Sam Uretsky

Health Care Games

Three of a kind: military intelligence, jumbo shrimp, medical science. Like it or not, health care comes under the heading of “healing arts,” a collection of bits of formal knowledge mixed with intuition and dumb luck. We have lots of medical journals that publish studies that certainly look scientific, but then, for a lot of us, the bridge of the Starship Enterprise looked fairly convincing too. Studies aren’t absolute, they just help tell what the odds are on something good happening, or something bad. We tend to focus on the good outcome, which is why people still buy Lotto tickets, or vote. Incurable optimism may be an essential trait for species survival.

To a large extent, we’ve been indoctrinated in unreality. Advertising is a powerful force. Automobile ads show us cars gliding along empty roads, when the reality is we’ll spend most of our time stuck in rush hour traffic. No fast food franchise has ever produced a hamburger that looked remotely like the one in their advertisement.

Television ads for prescription drugs promise not only relief from debilitating disease, but a granddaughter who will be accepted to Harvard Medical School and the Wharton Business School, both on a full scholarships. It’s only at the very end that a disembodied voice rattles off the litany of things that can go wrong, ranging from upset stomach and skin rash to encounters with flesh eating zombies. We tend to ignore that stuff.

To go one step beyond that, we believe that more is better. This gives us 500-horsepower supercars and 5,000-calorie supersized meals. We have a major political party so convinced that lower tax rates increase tax receipts that the only way to wipe out the deficit is to stop collecting taxes from anyone with an income over $1 million a year. Truth is, it doesn’t work in economics, and it doesn’t work in medicine. Studies give inaccurate conclusions and lead to treatments that can do more harm than good, tests give inaccurate results that lead to more tests that can have adverse problems, and treatments all come with that disembodied voice warning of diarrhea, sleep disturbances, gastric ulcers and anaphylactic shock. Good medical practice calls for balancing the risks and benefits, and the sad fact is that the choices which are good for most people aren’t always the best choice for any single individual.

The recent recommendations for reducing the frequency of cancer screening tests are based on economics, in part, but they’re also based on legitimate health considerations. Positive screening tests aren’t definitive — they’re just alerts that it may be useful to perform additional tests, and the additional tests invariably come with risks. Consider that the baby aspirin used to reduce the risk of heart attack may cause serious ulcers, that something as common as an intramuscular injection can accidentally hit a nerve, causing long term pain.

Cutting back on the frequency of tests represents a balance — the risk benefit ratio. Some cancers will go undetected, and consequently untreated, but fewer people will have needless surgery with risk of infection, bleeding and nerve damage. Even when a cancer is detected, there can be legitimate questions about rushing to treatment, since in some cases, the cancer is growing so slowly that it may not pose any real risk in this lifetime, while the treatments are more likely to cause problems than the cancer itself. These are legitimate questions, grounds for more studies, and thoughtful evaluations.
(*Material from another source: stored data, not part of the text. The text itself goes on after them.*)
// The reader's side-by-side: the 2 to 4 options they chose, in their order, each against the reference
// in every outcome (effect, per 1000, certainty, group), then every pair among them with its statement,
// linked to its comparison page. Never ordered by any score; the rank caution stays.
import { useTranslation } from "react-i18next";
import type { SideBySidePageData } from "#web/pages/page-data";
import { formatInterval } from "#core/publication/effects";
import { comparisonUrl, versionUrl } from "#core/publication/urls";
import { HealthCaution } from "../HealthCaution";
import { Message } from "../Message";
import { useIntl } from "../i18n";
import { CertaintyMark } from "./CertaintyMark";
import { Term } from "../Term";
import { WithdrawnFindings, WithinVersionOpening } from "./Notices";
import { CiteBlock } from "./CiteBlock";

export function SideBySidePage({ data }: { data: SideBySidePageData }) {
  const { t } = useTranslation();
  const intl = useIntl();
  const { view } = data;
  const version = { slug: view.slug, version: view.version };
  const list = new Intl.ListFormat(intl.locale, { type: "conjunction" }).format(view.options.map((o) => o.name));
  return (
    <article data-testid="side-by-side">
      <WithinVersionOpening view={view} translation={data.translation} back={t("sideBySide.back", { title: view.title })} title={t("sideBySide.heading", { options: list })} />
      <p className="mt-3 text-lg text-muted">{t("sideBySide.lead", { reference: view.outcomes[0]?.reference.name ?? "" })}</p>
      <p className="mt-6 border-s-4 border-rule ps-4 text-muted">{t("brief.notALeaderboard")}</p>

      <WithdrawnFindings withdrawn={view.withdrawal !== null}>
        {view.outcomes.map((outcome) => (
          <section key={outcome.index} aria-labelledby={`outcome-${outcome.index + 1}`} className="mt-12 border-t-2 border-ink pt-6" data-testid="side-by-side-outcome">
            <h2 id={`outcome-${outcome.index + 1}`} className="text-2xl font-semibold">{outcome.name}</h2>
            <div className="mt-4 overflow-x-auto" tabIndex={0} role="region" aria-labelledby={`outcome-${outcome.index + 1}`}>
              <table className="w-full font-sans text-sm">
                <thead>
                  <tr className="border-b border-ink text-start">
                    <th scope="col" className="py-2 pe-3 text-start">{t("sideBySide.option")}</th>
                    <th scope="col" className="py-2 pe-3 text-start"><Term term="confidence-interval">{t("sideBySide.effect", { measure: outcome.measure })}</Term></th>
                    <th scope="col" className="py-2 pe-3 text-start"><Term term="per-1000">{t("sideBySide.per1000")}</Term></th>
                    <th scope="col" className="py-2 pe-3 text-start"><Term term="certainty">{t("sideBySide.certainty")}</Term></th>
                    <th scope="col" className="py-2 text-start">{t("sideBySide.group")}</th>
                  </tr>
                </thead>
                <tbody>
                  {outcome.rows.map((row) => (
                    <tr key={row.option.id} className="border-b border-rule align-top">
                      <th scope="row" className="py-2 pe-3 text-start font-semibold">{row.option.name}</th>
                      {row.isReference || !row.effect ? (
                        <td colSpan={3} className="py-2 pe-3 text-muted">{t(row.isReference ? "sideBySide.isReference" : "sideBySide.notStudied")}</td>
                      ) : (
                        <>
                          <td className="py-2 pe-3 tabular-nums">
                            {formatInterval(outcome.measure, row.effect.network, t("brief.to"), intl.locale)}
                            {outcome.unit ? ` ${outcome.unit}` : ""}
                          </td>
                          <td className="py-2 pe-3">{row.effect.absolute ? <Message message={row.effect.absolute.statement} /> : "—"}</td>
                          <td className="py-2 pe-3">
                            <CertaintyMark rating={row.effect.certainty} />
                          </td>
                        </>
                      )}
                      <td className="py-2">{row.group ? <Message message={row.group} /> : "—"}</td>
                    </tr>
                  ))}
                </tbody>
              </table>
            </div>
            {outcome.pairs.length > 0 ? (
              <>
                <h3 className="mt-6 font-sans text-sm font-semibold uppercase tracking-wide">{t("sideBySide.between")}</h3>
                <ul className="mt-2 space-y-3">
                  {outcome.pairs.map((pair) => (
                    <li key={`${pair.a.id}-${pair.b.id}`} data-testid="side-by-side-pair">
                      <a href={intl.href(comparisonUrl({ ...version, treatment: pair.a.id, comparator: pair.b.id }))} className="font-sans text-sm font-semibold">
                        {t("brief.versus", { treatment: pair.a.name, comparator: pair.b.name })}
                      </a>
                      <p className="mt-1">{pair.statement ? <Message message={pair.statement} /> : t("compare.noStatement")}</p>
                      <CertaintyMark rating={pair.certainty} />
                    </li>
                  ))}
                </ul>
              </>
            ) : null}
          </section>
        ))}
      </WithdrawnFindings>

      <div className="mt-12">
        <HealthCaution />
      </div>
      <p className="mt-6 font-sans text-sm print:hidden">
        <a href={`${intl.href(versionUrl(version))}#side-by-side-title`}>{t("sideBySide.changeChoice")}</a>
      </p>
      <CiteBlock heading={t("cite.brief")} reference={data.citation.reference} accessed={data.citation.accessed} permalink={data.citation.permalink} citing={version} />
    </article>
  );
}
The recent recommendations for cutting back on some screening tests, PAP smears, mammograms, prostate exams, were intended, not to cut costs, but to cut risks. There’s no evidence that the recommendations were politically motivated, let alone planned to be released at the same time. In spite of that, politicians, who often make the best conspiracy theorists, are quick to see the new recommendations as a plot to ration medical care.

It’s of passing interest that the Republicans, who have seized on the recommendations for reduced cancer screening as evidence of government interference in health care, are the same people who voted overwhelmingly in favor of the Stupak (D-Mich., with 63 other Democrats and 176 Republicans) amendment to the House health care reform bill, that would block any health insurance plan bought with any federal money from paying for abortions. The people that opposed having health-care decisions made by bureaucrats finds it perfectly proper to have these decisions made by political hacks.

Medical judgements are just that, and often have as much science as a decision to lead trumps, or bet on filling an inside straight. But the new recommendations are based on the best informed opinions working with the best information currently available. The GOP response is a play to our belief that all will go well, and more is better. There is no cynic like an politician swearing idealism.

Sam Uretsky is a writer and pharmacist living on Long Island, N.Y.